This morning I got up, made a cup of tea, leaned against the kitchen counter and took in the view of the river-fed lake below our cabin.
Then I walked over to another window and had a look at the waterfall tumbling through our garden.
Sounds pretty picturesque, hey? You might even be experiencing a small pang of jealousy. Maybe you’re thinking something like, “Imagine waking up to a river-fed lake view and having your very own waterfall cascading through your garden. That Shannon! She sure is lucky.”
Well, you can put that green monster to bed and smack it on the lips goodnight because we don’t have a lake view.
In fact, up until the last two weeks we had more of a lack view. And we certainly didn’t have a river running by us or a waterfall in our garden. Confused? Just call me Pauline Harvey, because I’m about to tell you the rest of the story.
It’s been raining. A lot.
I never said it was a long story.
The waterfall tumbling through our sloped garden is both unplanned and unappreciated as is the river cascading across our driveway and feeding the lake in the horse and sheep meadow.
It’s common knowledge around here that we get a flooding rain approximately every 10 years. We have lived in our little log house for 13 summers and I only recall looking out over a river-fed lake of this size on three occasions. One was in 2003, one was this morning and the other was two weeks ago. For what it’s worth, I feel the need to point out that a two-week spread is not the same thing as approximately every 10 years.
Up here in the Peace Country we are starting to feel like we’re in a nightmare version of the movie Groundhog Day, destined to keep repeating the same scene over and over. Sand bag, sump pump, mop, and repeat.

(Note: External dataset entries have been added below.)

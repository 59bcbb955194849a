//go:build unix

package eiv_test

import (
	"syscall"
	"time"
)

// processCPU is the CPU time (user + system) the process has used so far:
// on a machine shared with other work, a benchmark's CPU time per
// operation, unlike its wall time, does not grow while it waits for a core.
func processCPU() time.Duration {
	var ru syscall.Rusage
	if syscall.Getrusage(syscall.RUSAGE_SELF, &ru) != nil {
		return 0
	}
	return time.Duration(ru.Utime.Nano() + ru.Stime.Nano())
}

The thing about having a drought for so many years is that it’s easy to forget about leaking roofs, seized up sump pumps or installing that drain tile around the house. You can’t very well fix a leaky roof in the middle of a torrential downpour and when the sun is shining, well, the roof isn’t leaking is it? And given the paltry precipitation over the last few years a lot of us started to think it was never going to really rain again. I think it caught a lot of people off guard. More than 10 inches of rain will do that to a person.
Our own little road has yet to be fixed from last time so I’m guessing it stays country quiet for at least a few more weeks. I know it’s a huge inconvenience — not to mention expense — so I feel terrible about feeling happy about it but (whisper) I am.
As for our twice washed out driveway and garden, well I’m not so thrilled about that but they’re pretty small potatoes in the grand scheme of things. The people who have been served a double whammy of water filling their basements to the brim or businesses awash in silt and sewage are the ones who really have something to complain about.
However, the ones who are really whining are the mosquitoes. But they’re whining in high pitched joy. Right now it doesn’t matter where they choose to drop their eggs; everything is so wet they know they’re going to have a 100 per cent hatch.
The other evening I came in from weeding the garden and feeding the mosquitoes, feeling rather pleased with how clean I still was. Usually I’m worse than a kid. I start off carefully kneeling on my special gardening knee pad but before you know it I’m crawling all over the place hunting down weeds and my jeans end up covered in mud and grass stains. I know there are women who wear pretty straw hats, pink gardening gloves and white pants when they garden, but I’m not one of them. However, with the ground wetter than a saturated sponge for once I was careful to stay anchored to my knee pad.
“Hey, check out how clean I am!” I said to Darcy as I passed through the living room.
He looked up, laughed and returned his attention the ball game. And then I caught a glimpse of my face in a mirror. It was covered with streaks of dirt from slapping at mosquitoes with my gloved hands. Sigh. Once a mud magnet always a mud magnet.